> **Problem statement**
Only the opening lines of the listing, through the one with "assertThat(text)", are to be retyped, each exactly as it stands.

> **Data records**
__________
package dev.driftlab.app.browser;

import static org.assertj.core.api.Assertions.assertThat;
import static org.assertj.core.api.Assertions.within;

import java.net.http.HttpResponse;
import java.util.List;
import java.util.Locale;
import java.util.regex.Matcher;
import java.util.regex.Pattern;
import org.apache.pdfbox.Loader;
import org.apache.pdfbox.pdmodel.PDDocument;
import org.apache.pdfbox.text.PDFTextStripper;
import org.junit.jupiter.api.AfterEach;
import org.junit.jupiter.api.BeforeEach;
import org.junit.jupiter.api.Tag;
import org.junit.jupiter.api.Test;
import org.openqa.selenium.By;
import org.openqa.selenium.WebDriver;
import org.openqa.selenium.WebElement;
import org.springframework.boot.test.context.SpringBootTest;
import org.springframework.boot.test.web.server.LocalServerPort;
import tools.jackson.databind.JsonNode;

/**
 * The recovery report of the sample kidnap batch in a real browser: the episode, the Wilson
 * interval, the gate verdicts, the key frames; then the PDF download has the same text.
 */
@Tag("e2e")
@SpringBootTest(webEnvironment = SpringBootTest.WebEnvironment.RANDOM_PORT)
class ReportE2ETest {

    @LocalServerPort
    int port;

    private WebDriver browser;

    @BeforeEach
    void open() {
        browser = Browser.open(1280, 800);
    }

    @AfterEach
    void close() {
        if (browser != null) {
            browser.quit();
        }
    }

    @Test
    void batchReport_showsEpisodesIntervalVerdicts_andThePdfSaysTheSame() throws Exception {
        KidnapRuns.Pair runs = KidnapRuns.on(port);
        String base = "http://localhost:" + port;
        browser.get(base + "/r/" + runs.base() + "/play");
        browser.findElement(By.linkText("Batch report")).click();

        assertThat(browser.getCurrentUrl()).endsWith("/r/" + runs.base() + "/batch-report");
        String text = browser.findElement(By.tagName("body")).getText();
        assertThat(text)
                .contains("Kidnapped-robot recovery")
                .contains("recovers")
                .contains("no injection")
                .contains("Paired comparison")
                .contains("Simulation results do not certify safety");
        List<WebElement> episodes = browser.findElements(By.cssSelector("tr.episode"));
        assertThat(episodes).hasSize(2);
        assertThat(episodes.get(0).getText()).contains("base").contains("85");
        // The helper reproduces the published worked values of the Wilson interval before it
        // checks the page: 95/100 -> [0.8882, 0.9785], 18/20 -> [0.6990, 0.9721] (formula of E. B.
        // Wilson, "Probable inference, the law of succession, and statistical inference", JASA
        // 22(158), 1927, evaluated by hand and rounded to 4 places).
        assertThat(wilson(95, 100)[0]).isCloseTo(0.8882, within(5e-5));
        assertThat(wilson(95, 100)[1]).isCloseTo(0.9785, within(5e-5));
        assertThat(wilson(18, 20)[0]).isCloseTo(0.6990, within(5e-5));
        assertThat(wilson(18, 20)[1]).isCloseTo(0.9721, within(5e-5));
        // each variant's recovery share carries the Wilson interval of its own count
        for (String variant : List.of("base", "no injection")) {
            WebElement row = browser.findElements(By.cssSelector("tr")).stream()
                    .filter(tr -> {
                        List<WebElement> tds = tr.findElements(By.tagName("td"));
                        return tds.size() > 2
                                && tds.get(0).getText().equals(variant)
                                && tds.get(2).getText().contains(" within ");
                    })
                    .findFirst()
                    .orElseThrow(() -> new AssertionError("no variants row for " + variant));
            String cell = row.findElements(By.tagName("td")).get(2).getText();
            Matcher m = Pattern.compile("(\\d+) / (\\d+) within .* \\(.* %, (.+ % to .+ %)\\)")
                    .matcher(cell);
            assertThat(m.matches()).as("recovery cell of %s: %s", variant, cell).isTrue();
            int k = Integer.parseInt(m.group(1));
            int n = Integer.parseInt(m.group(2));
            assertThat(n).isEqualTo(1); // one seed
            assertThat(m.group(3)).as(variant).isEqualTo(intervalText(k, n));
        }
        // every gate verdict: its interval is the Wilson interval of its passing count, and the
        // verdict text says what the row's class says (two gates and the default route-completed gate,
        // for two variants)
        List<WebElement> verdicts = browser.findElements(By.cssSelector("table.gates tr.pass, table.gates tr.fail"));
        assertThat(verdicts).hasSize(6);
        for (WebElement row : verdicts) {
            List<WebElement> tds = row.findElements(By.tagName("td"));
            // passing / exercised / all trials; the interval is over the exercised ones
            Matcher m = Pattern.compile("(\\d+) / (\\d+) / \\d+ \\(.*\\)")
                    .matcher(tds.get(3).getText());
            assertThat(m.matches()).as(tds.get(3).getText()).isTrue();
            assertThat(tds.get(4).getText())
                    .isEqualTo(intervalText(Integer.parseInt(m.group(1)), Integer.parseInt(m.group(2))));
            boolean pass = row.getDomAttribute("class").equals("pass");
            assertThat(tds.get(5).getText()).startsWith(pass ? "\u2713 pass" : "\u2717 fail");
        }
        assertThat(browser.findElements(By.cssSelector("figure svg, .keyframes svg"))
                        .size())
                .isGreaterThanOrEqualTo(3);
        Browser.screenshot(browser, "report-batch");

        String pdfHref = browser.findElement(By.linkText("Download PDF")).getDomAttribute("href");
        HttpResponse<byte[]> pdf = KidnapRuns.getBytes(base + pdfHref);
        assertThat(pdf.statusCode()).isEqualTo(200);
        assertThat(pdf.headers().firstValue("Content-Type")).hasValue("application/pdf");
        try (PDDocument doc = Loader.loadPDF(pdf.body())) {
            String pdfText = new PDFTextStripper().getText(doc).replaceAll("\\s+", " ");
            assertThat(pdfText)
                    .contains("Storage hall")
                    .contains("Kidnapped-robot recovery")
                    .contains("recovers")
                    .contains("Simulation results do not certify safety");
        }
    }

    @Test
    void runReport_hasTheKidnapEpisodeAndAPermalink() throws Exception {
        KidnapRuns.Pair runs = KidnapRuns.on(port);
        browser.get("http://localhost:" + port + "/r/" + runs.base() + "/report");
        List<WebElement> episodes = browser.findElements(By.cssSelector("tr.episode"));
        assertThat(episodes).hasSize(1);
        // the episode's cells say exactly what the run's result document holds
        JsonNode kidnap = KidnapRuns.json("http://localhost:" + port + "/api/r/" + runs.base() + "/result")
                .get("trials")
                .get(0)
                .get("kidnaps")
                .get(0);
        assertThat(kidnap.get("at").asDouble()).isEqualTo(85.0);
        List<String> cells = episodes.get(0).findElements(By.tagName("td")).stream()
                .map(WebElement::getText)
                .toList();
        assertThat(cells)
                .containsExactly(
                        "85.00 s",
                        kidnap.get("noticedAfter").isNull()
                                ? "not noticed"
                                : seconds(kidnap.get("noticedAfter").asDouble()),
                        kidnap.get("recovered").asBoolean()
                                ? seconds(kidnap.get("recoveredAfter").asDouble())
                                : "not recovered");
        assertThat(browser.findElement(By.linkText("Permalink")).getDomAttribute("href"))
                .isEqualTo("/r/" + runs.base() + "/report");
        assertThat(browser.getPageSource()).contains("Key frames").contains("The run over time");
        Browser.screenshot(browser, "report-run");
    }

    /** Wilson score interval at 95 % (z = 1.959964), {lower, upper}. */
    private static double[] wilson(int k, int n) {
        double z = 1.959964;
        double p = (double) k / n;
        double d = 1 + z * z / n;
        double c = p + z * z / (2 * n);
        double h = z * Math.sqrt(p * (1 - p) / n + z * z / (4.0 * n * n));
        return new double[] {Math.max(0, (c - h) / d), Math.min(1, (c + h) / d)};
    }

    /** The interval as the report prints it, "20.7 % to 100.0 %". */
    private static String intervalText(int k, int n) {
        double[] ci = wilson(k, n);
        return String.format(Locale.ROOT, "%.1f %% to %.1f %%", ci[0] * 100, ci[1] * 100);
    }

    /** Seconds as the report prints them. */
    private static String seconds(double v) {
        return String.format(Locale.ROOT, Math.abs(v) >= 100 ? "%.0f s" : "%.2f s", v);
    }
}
__________
> **Solved problem**
package dev.driftlab.app.browser;

import static org.assertj.core.api.Assertions.assertThat;
import static org.assertj.core.api.Assertions.within;

import java.net.http.HttpResponse;
import java.util.List;
import java.util.Locale;
import java.util.regex.Matcher;
import java.util.regex.Pattern;
import org.apache.pdfbox.Loader;
import org.apache.pdfbox.pdmodel.PDDocument;
import org.apache.pdfbox.text.PDFTextStripper;
import org.junit.jupiter.api.AfterEach;
import org.junit.jupiter.api.BeforeEach;
import org.junit.jupiter.api.Tag;
import org.junit.jupiter.api.Test;
import org.openqa.selenium.By;
import org.openqa.selenium.WebDriver;
import org.openqa.selenium.WebElement;
import org.springframework.boot.test.context.SpringBootTest;
import org.springframework.boot.test.web.server.LocalServerPort;
import tools.jackson.databind.JsonNode;

/**
 * The recovery report of the sample kidnap batch in a real browser: the episode, the Wilson
 * interval, the gate verdicts, the key frames; then the PDF download has the same text.
 */
@Tag("e2e")
@SpringBootTest(webEnvironment = SpringBootTest.WebEnvironment.RANDOM_PORT)
class ReportE2ETest {

    @LocalServerPort
    int port;

    private WebDriver browser;

    @BeforeEach
    void open() {
        browser = Browser.open(1280, 800);
    }

    @AfterEach
    void close() {
        if (browser != null) {
            browser.quit();
        }
    }

    @Test
    void batchReport_showsEpisodesIntervalVerdicts_andThePdfSaysTheSame() throws Exception {
        KidnapRuns.Pair runs = KidnapRuns.on(port);
        String base = "http://localhost:" + port;
        browser.get(base + "/r/" + runs.base() + "/play");
        browser.findElement(By.linkText("Batch report")).click();

        assertThat(browser.getCurrentUrl()).endsWith("/r/" + runs.base() + "/batch-report");
        String text = browser.findElement(By.tagName("body")).getText();
        assertThat(text)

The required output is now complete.